Factsmtr. (2026). Alberta's referendum: What problem is it solving?.

The Senate Has Already Been Reformed — The Work Is to Finish It, Not Undo It

The Senate Albertans are being asked to abolish is not the patronage chamber of the 2013 expenses scandal. Following that scandal, Prime Minister Trudeau created the Independent Advisory Board for Senate Appointments in January 2016 — an open, merit-based process with explicit diversity mandates. Over 2,700 Canadians applied in the first intake alone. The Independent Senators Group launched in March 2016 and became the largest Senate caucus by October 2017. Non-partisan and cross-partisan senators have outnumbered traditional party caucuses for nearly a decade. The Senate reached gender parity in October 2022 and now has the highest-ever representation of Indigenous and visible-minority senators.

The results are measurable. Under the reformed Senate, 35 percent of government bills were amended in 2015–2019 — a fivefold increase over the seven percent rate in the previous Parliament. When the Senate challenged the medical assistance in dying bill's "reasonably foreseeable death" criterion, the Trudeau government dismissed the amendment; within three years, the Quebec Superior Court struck down that very provision as unconstitutional in Truchon (2019), vindicating the Senate's scrutiny. The chamber revised the Impact Assessment Act, the cannabis bill, and multiple budget-implementation omnibus bills that would otherwise have passed with limited review.

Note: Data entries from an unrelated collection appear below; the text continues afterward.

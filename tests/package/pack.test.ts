// The package as a lab installs it: `npm pack` in a clean copy of the sources (the prepack
// script builds the wasm and dist/ there), then `npm install ./gatesmith-*.tgz` in an empty
// project, which must then import the library in .mjs and in strict TypeScript (its own
// types, no DOM library) and run `npx gatesmith` with no TypeScript loader installed.
// Figures are checked against the plain-TypeScript oracle of tests/reference
// (docs/physics.md sections 1 and 2).
import { afterAll, beforeAll, describe, expect, it } from 'vitest';
import { execFileSync, spawnSync } from 'node:child_process';
import { cpSync, mkdirSync, mkdtempSync, readdirSync, readFileSync, rmSync, symlinkSync, writeFileSync } from 'node:fs';
import { tmpdir } from 'node:os';
import { dirname, join } from 'node:path';
import { fileURLToPath } from 'node:url';
import { memberInfidelity, normalisedWeights } from '../reference/oracle.ts';
import type { Member, Pulse, Target } from '../../src/core/types.ts';
import { expectClose } from '../reference/tolerance.ts';

const ROOT = fileURLToPath(new URL('../../', import.meta.url));
const PKG = JSON.parse(readFileSync(join(ROOT, 'package.json'), 'utf8'));
let tmp: string;
let project: string;
let tarball: string;

const sh = (command: string, args: string[], cwd: string): string =>
  execFileSync(command, args, { cwd, encoding: 'utf8', stdio: ['ignore', 'pipe', 'pipe'], env: { ...process.env, npm_config_update_notifier: 'false' } });

beforeAll(() => {
  tmp = mkdtempSync(join(tmpdir(), 'gatesmith-pack-'));
  // A clean copy of what git would check out (tracked and new files, not ignored ones).
  const copy = join(tmp, 'checkout');
  const files = sourceFiles();
  for (const f of files) {
    try {
      mkdirSync(dirname(join(copy, f)), { recursive: true });
      cpSync(join(ROOT, f), join(copy, f));
    } catch (error) {
      if ((error as { code?: string }).code !== 'ENOENT') throw error; // deleted but not yet committed
    }
  }
  symlinkSync(join(ROOT, 'node_modules'), join(copy, 'node_modules'));
  sh('npm', ['pack', '--pack-destination', tmp], copy);
  tarball = join(tmp, readdirSync(tmp).find((f) => f.endsWith('.tgz'))!);
  project = join(tmp, 'lab');
  mkdirSync(project);
  writeFileSync(join(project, 'package.json'), JSON.stringify({ name: 'lab', private: true, type: 'module' }));
  // No network is needed: the package has no runtime dependencies.
  sh('npm', ['install', '--offline', '--no-audit', '--no-fund', tarball], project);
}, 300_000);
afterAll(() => rmSync(tmp, { recursive: true, force: true }));

/** The checkout's files as git sees them; outside a git checkout, all but build output and installs. */
function sourceFiles(): string[] {
  try {
    return sh('git', ['ls-files', '-z', '--cached', '--others', '--exclude-standard'], ROOT).split('\0').filter((f) => f !== '');
  } catch {
    const skip = new Set(['node_modules', 'dist', 'build', 'test-results', '.git']);
    const walk = (rel: string): string[] =>
      readdirSync(join(ROOT, rel), { withFileTypes: true }).flatMap((e) => {
        const path = rel === '' ? e.name : `${rel}/${e.name}`;
        if (skip.has(path)) return [];
        return e.isDirectory() ? walk(path) : [path];
      });
    return walk('');
  }
}

describe('npm pack', () => {
  it('ships the compiled library, the command and the wasm core, and no sources or tests', () => {
    const list = sh('tar', ['-tzf', tarball], tmp).split('\n').filter((l) => l !== '');
    for (const f of ['package/dist/index.js', 'package/dist/index.d.ts', 'package/dist/cli/main.js', 'package/dist/core/design-thread.js', 'package/build/gatesmith.wasm', 'package/build/gatesmith-fused.wasm', 'package/bin/gatesmith.js', 'package/README.md']) {
      expect(list, f).toContain(f);
    }
    expect(list.filter((f) => /^package\/(src|tests|assembly|bench)\//.test(f))).toEqual([]);
    expect(list.filter((f) => f.endsWith('.ts') && !f.endsWith('.d.ts'))).toEqual([]);
  });

  it('installs with no runtime dependencies; comlink and tsx are not among them', () => {
    const installed = JSON.parse(readFileSync(join(project, 'node_modules/gatesmith/package.json'), 'utf8'));
    expect(installed.dependencies ?? {}).toEqual({});
    expect(installed.engines.node).toBe('>=20.16'); // process.getBuiltinModule arrived in Node 20.16
    expect(readdirSync(join(project, 'node_modules')).sort()).toEqual(['.bin', '.package-lock.json', 'gatesmith']);
  });
});

describe('the installed package', () => {
  it('import { design, evaluate, robustnessMap } from "gatesmith" works in .mjs; figures agree with the oracle', () => {
    writeFileSync(join(project, 'use.mjs'), `
import { design, evaluate, robustnessMap } from 'gatesmith';
import { readFileSync } from 'node:fs';
const spec = JSON.parse(readFileSync('node_modules/gatesmith/examples/transmon-x90.json', 'utf8'));
const small = { ...spec, optimizer: { ...spec.optimizer, starts: 1, maxIterations: 40 } };
const result = await design(small);
const ev = evaluate(small, result.pulse);
const map = robustnessMap({ kind: 'gate', axis: [1, 0, 0], angleRad: Math.PI / 2 }, result.pulse, { min: -1e6, max: 1e6, points: 3 }, { min: 0, max: 0, points: 1 });
console.log(JSON.stringify({ dt: result.pulse.dt, i: [...result.pulse.i], q: [...result.pulse.q], ev, map: [...map.infidelity] }));
`);
    const out = JSON.parse(sh(process.execPath, ['use.mjs'], project));
    const pulse: Pulse = { dt: out.dt, i: Float64Array.from(out.i), q: Float64Array.from(out.q), metadata: {} };
    const target: Target = { kind: 'gate', axis: [1, 0, 0], angleRad: Math.PI / 2 };
    // The spec's 5 x 5 grid (docs/spec.md): detuning -1..1 MHz, amplitude error -0.1..0.1.
    const members: Member[] = [];
    for (let a = 0; a < 5; a++) for (let d = 0; d < 5; d++) members.push({ detuning: -1e6 + 5e5 * d, amplitudeError: -0.1 + 0.05 * a, weight: 1 });
    const w = normalisedWeights(members);
    const oracleMean = members.reduce((sum, m, k) => sum + w[k] * memberInfidelity(target, pulse, m), 0);
    expectClose(out.ev.meanInfidelity, oracleMean, { rel: 1e-9 }, 'mean infidelity against the oracle');
    for (const [k, det] of [-1e6, 0, 1e6].entries()) {
      expectClose(out.map[k], memberInfidelity(target, pulse, { detuning: det, amplitudeError: 0, weight: 1 }), { rel: 1e-9, abs: 1e-15 }, `map point ${k}`);
    }
  });

  it('strict TypeScript with only Node types checks against the shipped .d.ts, and a misuse is a type error', () => {
    writeFileSync(join(project, 'tsconfig.json'), JSON.stringify({
      compilerOptions: {
        strict: true, module: 'nodenext', moduleResolution: 'nodenext', target: 'es2022', lib: ['es2022'], noEmit: true,
        types: ['node'], typeRoots: [join(ROOT, 'node_modules/@types')], skipLibCheck: false,
      },
      include: ['*.ts'],
    }));
    writeFileSync(join(project, 'use.ts'), `
import { design, evaluate, robustnessMap, type DesignResult, type Evaluation, type Pulse } from 'gatesmith';
import { exportWaveform, encodeWaveform } from 'gatesmith/export';
import { designInThreads, readWaveformFile } from 'gatesmith/node';
const spec = { target: { gate: { axis: [1, 0, 0], angleDeg: 90 } }, duration: 2e-7, segments: 100, rabiMax: 1e7 };
const result: DesignResult = await design(spec, { onProgress: (p) => void p.meanInfidelity });
const pulse: Pulse = result.pulse;
const ev: Evaluation = evaluate(spec, pulse);
// @ts-expect-error evaluate needs the pulse: the types are real, not any
evaluate(spec);
const waveform = exportWaveform(pulse, { sampleRate: 2e9, bits: 14, fullScale: 1e7 });
console.log(ev.worstIndex, robustnessMap, designInThreads, readWaveformFile, waveform.description.length, encodeWaveform);
`);
    const tsc = spawnSync(process.execPath, [join(ROOT, 'node_modules/typescript/bin/tsc'), '-p', 'tsconfig.json'], { cwd: project, encoding: 'utf8' });
    expect(tsc.stdout + tsc.stderr).toBe('');
    expect(tsc.status).toBe(0);
  });

  it("the README's library snippets run as written in the user's project (design, then export)", () => {
    const readme = readFileSync(join(ROOT, 'README.md'), 'utf8');
    const jsBlock = (after: string): string => {
      const from = readme.indexOf(after);
      expect(from, after).toBeGreaterThanOrEqual(0);
      const m = /```js\n([\s\S]*?)```/.exec(readme.slice(from));
      return m![1];
    };
    const library = jsBlock('The same functions are a library, and');
    expect(library).toContain("from 'gatesmith'");
    writeFileSync(join(project, 'readme-library.mjs'), library);
    const [mean, worstOnMap] = sh(process.execPath, ['readme-library.mjs'], project).trim().split('\n').pop()!.split(' ').map(Number);
    // The demo's figure (README, Performance: mean infidelity 3.0e-4 on its 5 x 5 ensemble).
    expect(mean).toBeLessThan(4e-4);
    expect(worstOnMap).toBeGreaterThan(mean); // the map reaches twice the ensemble's range
    const exporting = jsBlock('### From the library');
    expect(exporting).toContain("from 'gatesmith/export'");
    writeFileSync(join(project, 'readme-export.mjs'), exporting);
    const [peakCode, exportedMean, samples] = sh(process.execPath, ['readme-export.mjs'], project).trim().split(' ').map(Number);
    expect(peakCode).toBeLessThanOrEqual(8191); // 14 bits: the full-scale code 2^13 - 1
    expect(Math.abs(exportedMean - mean)).toBeLessThan(1e-4);
    expect(samples).toBe(480); // 200 ns x 2.4 GS/s, already a multiple of the granularity 32
  });

  it('npx gatesmith runs compiled JavaScript: --version, and a design on two threads without tsx', () => {
    expect(sh('npx', ['--no-install', 'gatesmith', '--version'], project)).toBe(`gatesmith ${PKG.version}\n`);
    const run = spawnSync('npx', ['--no-install', 'gatesmith', 'design', 'node_modules/gatesmith/examples/transmon-x90.json', '--threads', '2', '--json'], { cwd: project, encoding: 'utf8' });
    expect(run.status, run.stderr).toBe(0);
    const json = JSON.parse(run.stdout);
    // The demo's benchmark figure (README, Performance): mean infidelity 3.0e-4 on this 5 x 5 ensemble.
    expect(json.meanInfidelity).toBeLessThan(4e-4);
    expect(json.starts.map((s: { start: number }) => s.start)).toEqual([1, 2, 3, 4, 5]);
    expect(run.stderr).not.toMatch(/tsx/);
  });
});
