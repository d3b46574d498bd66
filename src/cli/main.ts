// The `gatesmith` command line: dispatches to a subcommand and turns errors into exit
// codes (0 ok, 1 bad input with its message, 2 internal error with its stack).
import { readFileSync } from 'node:fs';
import { ArgumentError } from '../core/errors.ts';
import type { CliIO, Command } from './command.ts';
import { designCommand } from './design.ts';
import { evaluateCommand } from './evaluate.ts';
import { compositeCommand } from './composite.ts';
import { mapCommand } from './map.ts';
import { compareCommand } from './compare.ts';
import { exportCommand } from './export.ts';

/** Every subcommand; a new one is one import and one entry here. */
export const COMMANDS: Command[] = [designCommand, evaluateCommand, compositeCommand, mapCommand, compareCommand, exportCommand];

// Errors that mean the user's input is wrong (by name, so that errors from a worker count too).
const BAD_INPUT = new Set(['SpecError', 'PulseFormatError', 'ArgumentError', 'ExportError']);
const FILE_ERRORS = new Set(['ENOENT', 'EISDIR', 'ENOTDIR', 'EACCES', 'EPERM']);

/** Runs the command line with `argv` (without node and the script); returns the exit code. */
export async function main(argv: string[], io: CliIO = processIO()): Promise<number> {
  try {
    const [first, ...rest] = argv;
    if (first === undefined) {
      io.stderr(mainHelp());
      return 1;
    }
    if (first === '--help' || first === '-h') {
      io.stdout(mainHelp());
      return 0;
    }
    if (first === '--version' || first === '-V') {
      io.stdout(`gatesmith ${version()}\n`);
      return 0;
    }
    if (first === 'help') {
      if (rest.length === 0) {
        io.stdout(mainHelp());
        return 0;
      }
      io.stdout(findCommand(rest[0]).help);
      return 0;
    }
    if (first.startsWith('-')) throw new ArgumentError(`unknown option ${first}; before a command only --help and --version are allowed`);
    return await findCommand(first).run(rest, io);
  } catch (error) {
    return reportError(error, io);
  }
}

/** The package version, from package.json. */
export function version(): string {
  const pkg = JSON.parse(readFileSync(new URL('../../package.json', import.meta.url), 'utf8')) as { version: string };
  return pkg.version;
}

function mainHelp(): string {
  const width = Math.max(...COMMANDS.map((c) => c.name.length));
  const list = COMMANDS.map((c) => `  ${c.name.padEnd(width)}  ${c.summary}`).join('\n');
  return `gatesmith ${version()}: design robust qubit control pulses by ensemble GRAPE.

Usage: gatesmith COMMAND [ARGS] [--json]
       gatesmith COMMAND --help    help on one command
       gatesmith --version

Commands:
${list}

Units are Hz and seconds in every file. Exit codes: 0 ok, 1 bad input, 2 internal error.
`;
}

function findCommand(name: string): Command {
  const command = COMMANDS.find((c) => c.name === name);
  if (!command) {
    throw new ArgumentError(`unknown command "${name}"; commands: ${COMMANDS.map((c) => c.name).join(', ')} (see gatesmith --help)`);
  }
  return command;
}

function reportError(error: unknown, io: CliIO): number {
  const e = error as { name?: string; message?: string; code?: string; stack?: string };
  if ((e && BAD_INPUT.has(e.name ?? '')) || (e && FILE_ERRORS.has(e.code ?? ''))) {
    io.stderr(`gatesmith: ${e.message}\n`);
    return 1;
  }
  io.stderr(`gatesmith: internal error (please report it): ${e?.stack ?? String(error)}\n`);
  return 2;
}

// The real process streams; Ctrl-C once asks the running command to stop, twice exits.
function processIO(): CliIO {
  return {
    stdout: (text) => void process.stdout.write(text),
    stderr: (text) => void process.stderr.write(text),
    isTTY: Boolean(process.stderr.isTTY),
    onInterrupt(handler) {
      let presses = 0;
      const listener = () => {
        presses++;
        if (presses === 1) handler();
        else {
          process.stderr.write('\ninterrupted again: exiting without saving\n');
          process.exit(130);
        }
      };
      process.on('SIGINT', listener);
      return () => void process.off('SIGINT', listener);
    },
  };
}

The Senate's entire annual budget is approximately $127 million — about three dollars per Canadian per year, less than 0.03 percent of federal program spending. In exchange, Canadians receive constitutional bicameralism, structural regional representation, a demonstrably more careful legislative process, and a standing committee system the Commons cannot replicate. The threat to these gains is real: as of early 2026, several Independent Advisory Board positions have lapsed without replacement under Prime Minister Carney, leaving the Senate's independence on uncertain ground. That is an argument for demanding renewed commitment to the reform architecture — not for abolishing the institution before the reforms are fully entrenched.